Selain sebagai kerajaan penganut Buddha pertama di Nusantara, Sriwijaya pernah
menjadi pusat pengajaran ajaran yang dirintis oleh Sidharta Gautama ini. Selain
itu, lokasi. Kerajaan Sriwijaya juga masih kerap diperdebatkan.
4.
Kerajaan Mataram
Sejarah
berdirinya kerajaa mataram
Sekitar abad
ke-8 di Jawa Tengah berdiri Kerajaan Mataram. Munculnya kerajaan ini
diterangkan dalam prasasti yang ditemukan di daerah Canggal, di barat daya
Magelang. Dalam prasasti canggal diterangkan bahwa Raja Sanjaya telah
mendirikan lingga di atas bukit Kunjarakunja (di gunung Wukir) pada tahun 732
masehi. jawa (Mataram) yang kaya akan padi dan emas, mula-mula diperintah oleh
Raja Sanna. Setelah Raja Sanna meninggal, negara pecah karena kehilangan
pelindung. Penggantinya ialah Raja sanjaya anak Sannaha, saudara perempuan Raja
Sanna. Raja Sanjaya berhasil menaklukkan beberapa daerah sekitarnya dan
menciptakan kemakmuran bagi rakyatnya.
Kerajaan
Mataram Kuno atau sering juga disebut dengan Kerajaan Mataram Hindu atau
Kerajaan Medang merupakan kerajaan penerus dari Kerajaan Kalingga di Jawa yang
diperkirakan eksis pada abad ke-8 hingga 10 Masehi.
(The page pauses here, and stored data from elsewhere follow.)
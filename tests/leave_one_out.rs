//! Each station predicted from the others by the network's own structure function: are the errors as large as said?
#![allow(
    clippy::unwrap_used,
    clippy::expect_used,
    clippy::panic,
    clippy::print_stdout,
    reason = "tests may panic and print"
)]

mod common;

use std::path::Path;

use common::turbulence::{Class, Layout, Simulation};
use gyremesh::align::{Aligner, BLOCK_TIMES, StationSensors, WindBlock};
use gyremesh::check::{StationScreen, screen};
use gyremesh::pipeline::Setup;
use gyremesh::report::{ReportTable, SpeedStep, read_reports};
use gyremesh::settings::{Overrides, SensorErrors};
use gyremesh::station::{Network, Position};
use gyremesh::structure::{
    BlockSums, NetworkGeometry, Predictor, StructureFunction, StructureSettings, StructureWindow,
    typical_spacing,
};

/// Standardised errors of the predictions.
#[derive(Debug, Default, Clone)]
struct Errors {
    count: f64,
    squares: f64,
    in_95: f64,
    by_station: Vec<(f64, f64)>,
}

impl Errors {
    fn add(&mut self, station: usize, squared: f64) {
        self.count += 1.0;
        // Two components.
        self.squares += 0.5 * squared;
        // 95 % of χ² with two degrees of freedom.
        self.in_95 += f64::from(u8::from(squared < 5.991_465));
        if self.by_station.len() <= station {
            self.by_station.resize(station + 1, (0.0, 0.0));
        }
        self.by_station[station].0 += 1.0;
        self.by_station[station].1 += 0.5 * squared;
    }

    fn variance(&self) -> f64 {
        self.squares / self.count
    }
}

/// Predicts all stations at all times of blocks in order.
fn leave_one_out(
    network: &Network,
    reports: &[f64],
    interval: f64,
    blocks: impl Iterator<Item = WindBlock>,
) -> (Errors, Vec<StructureFunction>) {
    let spacing = typical_spacing(network).unwrap();
    let settings = StructureSettings::default();
    let geometry = NetworkGeometry::new(network, spacing, reports);
    let predictor = Predictor::new(network, spacing);
    let mut window = StructureWindow::new(&geometry, settings);
    let mut previous: Option<WindBlock> = None;
    let (mut errors, mut all) = (Errors::default(), Vec::new());
    for block in blocks {
        let sums = BlockSums::of(&geometry, &settings, interval, previous.as_ref(), &block);
        let models = window.advance(&geometry, &sums, &block.times);
        for (t, model) in models.iter().enumerate() {
            for p in predictor.predict(model, &block, t) {
                errors.add(p.station, p.squared_deviation());
            }
        }
        all.extend(models);
        previous = Some(block);
    }
    (errors, all)
}

#[test]
fn simulated_winds_are_predicted_with_the_error_stated() {
    for (slope, divergent, layout) in [
        (5.0 / 3.0, 0.0, Layout::Jittered),
        (2.0, 1.0, Layout::Jittered),
        (3.0, 0.5, Layout::Clustered),
    ] {
        let mut errors = Errors::default();
        for seed in 0..4 {
            let class = Class {
                slope,
                divergent,
                layout,
                dropouts: 0.1,
                side: 5,
                ..Class::default()
            };
            let simulation = Simulation::new(class, seed);
            let (winds, _) = simulation.noisy(24, 100 + seed);
            let (found, _) =
                leave_one_out(&simulation.network, &[], 3600.0, std::iter::once(winds));
            errors.count += found.count;
            errors.squares += found.squares;
        }
        let variance = errors.variance();
        println!(
            "{slope:.2} {divergent} {layout:?}: {variance:.3} of {}",
            errors.count
        );
        assert!(
            (0.9..=1.1).contains(&variance),
            "{slope} {divergent} {layout:?} {variance}"
        );
    }
}

fn real(name: &str) -> (Errors, Network) {
    let path = Path::new(env!("CARGO_MANIFEST_DIR"))
        .join(format!("tests/data/networks/{name}/network.toml"));
    let setup = Setup::read(&path, &Overrides::default()).unwrap();
    let rows = read_reports(&setup.settings.reports, &setup.network).rows;
    let (mut table, _) = ReportTable::new(&rows, setup.network.len());
    let positions: Vec<Position> = setup
        .network
        .stations()
        .iter()
        .map(|s| s.position)
        .collect();
    let mut screens = vec![StationScreen::default(); positions.len()];
    let limits = Some(&setup.settings.check);
    screen(&mut table, &mut screens, &positions, limits);
    let stations = 0..setup.network.len();
    let count = |s: usize| {
        let reports = table.of_station(s);
        reports.filter(|&i| table.wind(i).is_some()).count() as f64
    };
    let counts: Vec<f64> = stations.clone().map(count).collect();
    let most = counts.iter().copied().fold(1.0, f64::max);
    let reports: Vec<f64> = counts.iter().map(|c| c / most).collect();
    let stated = setup.settings.sensor;
    let errors = stations.map(|s| {
        let found = screens[s].rounding();
        SensorErrors {
            speed_step: stated
                .speed_step
                .or(found.speed.map(SpeedStep::metres_per_second)),
            direction_step: stated.direction_step.or(found.direction),
            ..stated
        }
    });
    let sensors = StationSensors {
        errors: errors.collect(),
        height_factors: vec![Some(1.0); setup.network.len()],
    };
    let analysis = &setup.settings.analysis;
    let aligner = Aligner::new(&table, analysis, &sensors, i64::MIN..i64::MAX);
    let interval = setup.settings.analysis.interval.as_secs_f64();
    let blocks = aligner.grid().blocks(BLOCK_TIMES).into_iter();
    let blocks = blocks.map(|times| aligner.align(times));
    let (errors, _) = leave_one_out(&setup.network, &reports, interval, blocks);
    (errors, setup.network)
}

fn print(name: &str, errors: &Errors, network: &Network) {
    for (station, (count, squares)) in network.stations().iter().zip(&errors.by_station) {
        println!("{:30} {count:6} {:.2}", station.id, squares / count);
    }
    println!(
        "{name}: variance {:.3}, {:.1} % within 95 %, {} predictions",
        errors.variance(),
        100.0 * errors.in_95 / errors.count,
        errors.count
    );
}

/// Eight points of the compass, stations on mountains and at beaches. Both storms together are as said; the growing winds
/// of Saola alone, with a station on a mountain (Tate's Cairn) that errs 2.5 times as much as stated, are not: 1.4.
#[test]
#[ignore = "needs GYREMESH_DATA; run by .ci/run"]
fn hong_kong() {
    let mut both = Errors::default();
    for name in ["hong_kong_wipha", "hong_kong_saola"] {
        let (errors, network) = real(name);
        print(name, &errors, &network);
        both.count += errors.count;
        both.squares += errors.squares;
        assert!((0.8..=1.5).contains(&errors.variance()), "{name}");
    }
    println!("both: variance {:.3}", both.variance());
    assert!((0.8..=1.25).contains(&both.variance()));
}

#[test]
#[ignore = "needs GYREMESH_DATA; run by .ci/run"]
fn singapore() {
    let (errors, network) = real("singapore");
    print("singapore", &errors, &network);
    assert!((0.8..=1.25).contains(&errors.variance()));
}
Mataram Kuno yang bercorak
Hindu (dan Buddha) biasanya disebut untuk membedakan dengan Kerajaan Mataram
Islam yang berdiri sekitar abad ke 16 M. Bhumi Mataram adalah sebutan lama
untuk Yogyakarta dan sekitarnya, di daerah inilah diperkirakan Kerajaan Mataram
Kuno pertama berdiri. Kerajaan Mataram Kuno memiliki dua periode berdasarkan
lokasi atau ibu kota pemerintahannya. Pertama adalah periode awal Kerajaan
Medang yaitu di Jawa Tengah di bawah Wangsa Sanjaya dan Sailendra (732-929 M),
serta yang kedua ketika pindah ke Jawa Timur dan dikuasai oleh Wangsa Isyana
(929-1016 M). Pada 929 M, Kerajaan Mataram Kuno dipindahkan ke Jawa Timur oleh
Mpu Sindok. Menurut George Coedes dalam The Indianized states of Southeast Asia
(1968), ada beberapa faktor kemungkinan yang mendorong perpindahan tersebut.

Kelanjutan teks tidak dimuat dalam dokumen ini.